I didn’t witness this week’s eclipse; this story is about another totality.
On August 21st, 2017, a total solar eclipse occurred in my hometown of Kirkwood, Mo., a suburb of St. Louis. Our son desperately wanted to see it. I was less enthused about making an 18-hour round-trip drive for something scheduled to last 90 seconds that might not even be visible due to cloud cover.
Ultimately, I gave in, and we drove down to St. Louis for the spectacle. At the appointed time, we positioned ourselves on the front lawn of the house I grew up in, currently owned by my sister Janet and her husband Rob. St. Louis summers are hot—I mean really hot. At 11:50 AM, it was 94 degrees with a similar humidity. There we stood, with our plastic solar safety glasses in the blazing sun. For a Minnesotan, 85 degrees is almost too hot to be outside. We were melting; totality was an hour and a half away. I feared we would never make it! Fortunately, my sister kindly ran an extension cord from the house to power a portable fan in order for us to survive.
As the eclipse progressed, the sky began to darken, but unlike dusk, there were still shadows on the ground. By half-eclipse, it was as cool in sunlight as it had previously been in the shade. As the eclipse progressed, everything became eerily still. No bug sounds, bird sounds, or anything. Light vacated the landscape. The sun’s corona cast a faint 360-degree sunset on the horizon. Then, just before the last sliver of sun disappeared behind the moon, cicadas and crickets started to sing. A bat flew by; brighter stars became visible. And then we plunged into darkness.
A total eclipse isn’t something one sees as much as experiences. I can’t adequately describe the feeling, but a strange presence enveloped everyone. It was one of the most amazing experiences of my life. Strangely, I couldn’t explain exactly why.

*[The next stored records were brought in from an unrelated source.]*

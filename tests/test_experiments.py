"""The benchmark scripts still run (``--quick``) and their two paths agree.

The speed figures themselves are not asserted (machines are shared and noisy); what is
checked is that each script prints its JSON, that the Gram and the per-pair
compute-uncompute path give the same kernel entries, and that every ratio is a positive
number.
"""

from __future__ import annotations

import json
import math
import os
import subprocess
import sys
from pathlib import Path

ROOT = Path(__file__).resolve().parents[1]


def _run(script):
    env = {**os.environ, "MPLBACKEND": "Agg"}
    done = subprocess.run([sys.executable, str(ROOT / "experiments" / script), "--quick"],
                          capture_output=True, text=True, timeout=600, env=env, check=False)
    assert done.returncode == 0, done.stderr[-2000:]
    return json.loads(done.stdout)


def test_gram_benchmark_runs_and_its_paths_agree():
    report = _run("bench_gram.py")
    assert report["per_pair"]["max_abs_diff_gram_vs_per_pair"] < 1e-5
    for ratio in (report["layered"]["ratio_total_over_baseline"],
                  report["per_pair"]["speedup"],
                  report["per_pair"]["speedup_vs_one_call_per_pair"],
                  report["product"]["ratio_total_over_rbf"]):
        assert math.isfinite(ratio) and ratio > 0


def test_training_benchmark_runs():
    report = _run("bench_training.py")
    assert report["ratio_optimizer_step_to_forward"] > 0
    assert report["minibatch_steps_per_s"] > 0
    assert set(report["step_parts"]) == {"circuit_forward_s", "circuit_forward_and_reverse_s",
                                         "host_overlap_herk_s", "host_backward_gemm_s"}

I’ve had nearly seven years to reflect on that experience, and I think I’m beginning to understand why it was so powerful.
Everyone has an indigenous context in life. That context is “Self.” That doesn’t imply we are selfish; it’s just that the ego, like the sun, powers our lives. This creates an illusion of separation.
We aren’t the center of the universe, nor are we separated. We know that, but knowing it and experiencing it are two different things. A total solar eclipse utterly changes one’s perspective. That’s why the world suddenly looks and feels differently. When the moon blocked out the sun and daytime turned to night, insects and animals responded. Suddenly, it was clear. Everything is connected.
For a brief moment in time, everyone in the front yard that day became present to the connected reality of life. It was a visceral reminder that life isn’t about us—instead, we are about life.
The eclipse taught me a valuable lesson. “Self,” as a context, isolates us from the world. To counterbalance this, we must regularly seek out connected states of “being,” whether in religious practices, contemplative practices, or nature.
The evolution of “being” proceeds from “I” to “We” to “One.” To begin that journey, we must open our perspective to the connectivity of life.